### Aim of the task
Search the material for "none" and copy each line in which it is found.

### Record extracts
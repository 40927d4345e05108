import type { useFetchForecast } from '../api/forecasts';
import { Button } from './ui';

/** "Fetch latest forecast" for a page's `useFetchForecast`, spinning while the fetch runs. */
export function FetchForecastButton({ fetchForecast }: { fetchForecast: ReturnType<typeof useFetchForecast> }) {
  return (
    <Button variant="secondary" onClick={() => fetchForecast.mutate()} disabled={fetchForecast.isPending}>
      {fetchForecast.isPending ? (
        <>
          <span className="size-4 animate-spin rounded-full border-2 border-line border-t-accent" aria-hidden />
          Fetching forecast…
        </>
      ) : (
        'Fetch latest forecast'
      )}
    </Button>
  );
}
* * *
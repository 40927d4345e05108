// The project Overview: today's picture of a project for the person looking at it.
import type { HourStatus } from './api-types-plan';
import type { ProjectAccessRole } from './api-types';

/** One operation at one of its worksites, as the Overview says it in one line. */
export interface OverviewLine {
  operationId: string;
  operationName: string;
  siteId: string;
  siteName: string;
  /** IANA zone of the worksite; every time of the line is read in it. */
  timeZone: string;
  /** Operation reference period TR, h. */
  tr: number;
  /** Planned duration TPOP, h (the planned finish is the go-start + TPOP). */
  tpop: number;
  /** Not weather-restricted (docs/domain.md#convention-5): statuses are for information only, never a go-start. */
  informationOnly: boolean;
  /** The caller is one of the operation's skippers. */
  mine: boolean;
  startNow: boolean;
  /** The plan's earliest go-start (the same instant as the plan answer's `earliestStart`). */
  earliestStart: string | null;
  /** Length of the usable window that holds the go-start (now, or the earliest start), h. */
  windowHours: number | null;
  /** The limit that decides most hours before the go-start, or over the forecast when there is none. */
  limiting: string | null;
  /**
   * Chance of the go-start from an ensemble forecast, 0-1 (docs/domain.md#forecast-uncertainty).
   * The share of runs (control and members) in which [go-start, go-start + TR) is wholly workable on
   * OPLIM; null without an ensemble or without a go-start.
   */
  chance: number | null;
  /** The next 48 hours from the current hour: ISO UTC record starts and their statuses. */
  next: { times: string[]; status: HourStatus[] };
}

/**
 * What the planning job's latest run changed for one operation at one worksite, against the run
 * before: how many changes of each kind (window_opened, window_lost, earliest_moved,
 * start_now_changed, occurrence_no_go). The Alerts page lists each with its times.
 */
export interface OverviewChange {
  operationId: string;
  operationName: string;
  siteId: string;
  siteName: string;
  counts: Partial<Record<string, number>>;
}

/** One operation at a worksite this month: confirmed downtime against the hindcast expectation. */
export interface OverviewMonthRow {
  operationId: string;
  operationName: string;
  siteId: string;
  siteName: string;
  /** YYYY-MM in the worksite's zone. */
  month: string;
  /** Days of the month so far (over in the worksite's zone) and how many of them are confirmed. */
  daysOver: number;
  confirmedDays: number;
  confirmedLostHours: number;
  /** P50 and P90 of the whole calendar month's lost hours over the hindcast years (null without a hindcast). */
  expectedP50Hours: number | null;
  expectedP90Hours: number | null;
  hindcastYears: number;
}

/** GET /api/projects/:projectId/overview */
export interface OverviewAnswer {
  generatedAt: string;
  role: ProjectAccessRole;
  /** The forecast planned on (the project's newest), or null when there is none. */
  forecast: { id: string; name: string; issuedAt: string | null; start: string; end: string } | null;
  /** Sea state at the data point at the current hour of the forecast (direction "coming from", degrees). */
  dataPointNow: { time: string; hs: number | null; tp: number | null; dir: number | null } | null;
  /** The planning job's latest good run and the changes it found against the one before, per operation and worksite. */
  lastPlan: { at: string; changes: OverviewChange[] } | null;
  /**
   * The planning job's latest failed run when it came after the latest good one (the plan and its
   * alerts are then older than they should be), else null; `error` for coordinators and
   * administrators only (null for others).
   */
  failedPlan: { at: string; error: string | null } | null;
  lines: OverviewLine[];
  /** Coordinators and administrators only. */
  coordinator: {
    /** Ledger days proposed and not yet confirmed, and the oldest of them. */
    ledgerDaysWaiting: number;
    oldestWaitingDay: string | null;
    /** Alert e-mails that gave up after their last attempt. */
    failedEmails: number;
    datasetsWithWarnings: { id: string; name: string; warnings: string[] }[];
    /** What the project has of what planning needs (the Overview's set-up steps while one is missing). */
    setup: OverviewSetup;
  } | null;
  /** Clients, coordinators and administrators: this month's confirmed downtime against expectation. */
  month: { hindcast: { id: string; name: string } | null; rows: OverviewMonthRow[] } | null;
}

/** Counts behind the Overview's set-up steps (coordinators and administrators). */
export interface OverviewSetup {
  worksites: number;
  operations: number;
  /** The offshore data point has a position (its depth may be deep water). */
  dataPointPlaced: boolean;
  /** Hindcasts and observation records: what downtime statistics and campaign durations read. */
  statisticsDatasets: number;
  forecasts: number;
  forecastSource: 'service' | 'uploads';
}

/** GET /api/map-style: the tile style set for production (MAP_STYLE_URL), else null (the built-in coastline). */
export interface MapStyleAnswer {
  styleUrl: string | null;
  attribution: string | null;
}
==
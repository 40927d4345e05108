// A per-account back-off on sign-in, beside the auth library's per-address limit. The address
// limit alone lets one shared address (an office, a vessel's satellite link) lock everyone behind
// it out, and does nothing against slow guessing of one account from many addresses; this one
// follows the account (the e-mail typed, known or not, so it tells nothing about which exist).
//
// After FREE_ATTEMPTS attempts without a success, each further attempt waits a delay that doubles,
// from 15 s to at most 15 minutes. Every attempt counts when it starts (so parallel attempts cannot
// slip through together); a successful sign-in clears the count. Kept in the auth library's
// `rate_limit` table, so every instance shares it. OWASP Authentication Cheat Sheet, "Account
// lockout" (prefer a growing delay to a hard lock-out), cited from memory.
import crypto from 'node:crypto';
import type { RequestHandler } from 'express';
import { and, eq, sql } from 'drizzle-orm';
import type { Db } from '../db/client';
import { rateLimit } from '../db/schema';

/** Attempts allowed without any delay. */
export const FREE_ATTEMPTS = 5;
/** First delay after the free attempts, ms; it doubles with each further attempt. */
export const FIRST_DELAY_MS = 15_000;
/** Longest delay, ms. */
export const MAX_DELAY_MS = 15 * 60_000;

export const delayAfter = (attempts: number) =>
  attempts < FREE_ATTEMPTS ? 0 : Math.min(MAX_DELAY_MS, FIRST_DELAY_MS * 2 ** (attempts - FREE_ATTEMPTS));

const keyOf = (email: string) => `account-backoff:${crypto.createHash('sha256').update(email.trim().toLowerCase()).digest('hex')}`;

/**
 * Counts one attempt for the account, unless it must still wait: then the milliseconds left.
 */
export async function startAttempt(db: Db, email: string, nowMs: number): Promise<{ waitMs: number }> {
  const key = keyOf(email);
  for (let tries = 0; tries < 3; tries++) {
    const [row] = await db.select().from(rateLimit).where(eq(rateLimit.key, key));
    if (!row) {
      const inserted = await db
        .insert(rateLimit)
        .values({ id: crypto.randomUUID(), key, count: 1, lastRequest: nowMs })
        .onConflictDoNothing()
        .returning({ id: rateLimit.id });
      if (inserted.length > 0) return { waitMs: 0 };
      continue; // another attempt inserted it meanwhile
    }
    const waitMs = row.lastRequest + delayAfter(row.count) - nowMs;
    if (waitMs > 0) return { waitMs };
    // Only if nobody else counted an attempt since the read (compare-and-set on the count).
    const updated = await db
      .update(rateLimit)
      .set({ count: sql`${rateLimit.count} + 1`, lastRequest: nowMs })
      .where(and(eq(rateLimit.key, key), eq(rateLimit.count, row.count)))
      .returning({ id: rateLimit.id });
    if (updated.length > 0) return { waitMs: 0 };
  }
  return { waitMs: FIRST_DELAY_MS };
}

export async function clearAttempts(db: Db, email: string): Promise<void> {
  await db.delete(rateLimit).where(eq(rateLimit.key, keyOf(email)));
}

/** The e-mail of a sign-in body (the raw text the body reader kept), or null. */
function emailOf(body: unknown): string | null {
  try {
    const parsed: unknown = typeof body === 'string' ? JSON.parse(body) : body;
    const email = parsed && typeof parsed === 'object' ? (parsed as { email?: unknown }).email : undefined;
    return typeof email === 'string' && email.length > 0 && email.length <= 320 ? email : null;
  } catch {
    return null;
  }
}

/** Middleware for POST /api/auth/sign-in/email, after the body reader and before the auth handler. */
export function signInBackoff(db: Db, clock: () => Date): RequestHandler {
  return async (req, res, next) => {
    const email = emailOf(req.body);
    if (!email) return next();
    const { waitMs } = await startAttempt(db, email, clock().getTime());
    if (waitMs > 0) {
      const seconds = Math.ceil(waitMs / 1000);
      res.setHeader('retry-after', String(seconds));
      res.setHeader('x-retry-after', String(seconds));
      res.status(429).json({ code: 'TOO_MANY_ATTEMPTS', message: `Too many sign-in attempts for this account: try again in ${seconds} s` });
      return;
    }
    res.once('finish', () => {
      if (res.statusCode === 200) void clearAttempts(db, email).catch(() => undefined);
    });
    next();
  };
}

### Exercise output
  /** The limit that decides most hours before the go-start, or over the forecast when there is none. */
  /** The forecast planned on (the project's newest), or null when there is none. */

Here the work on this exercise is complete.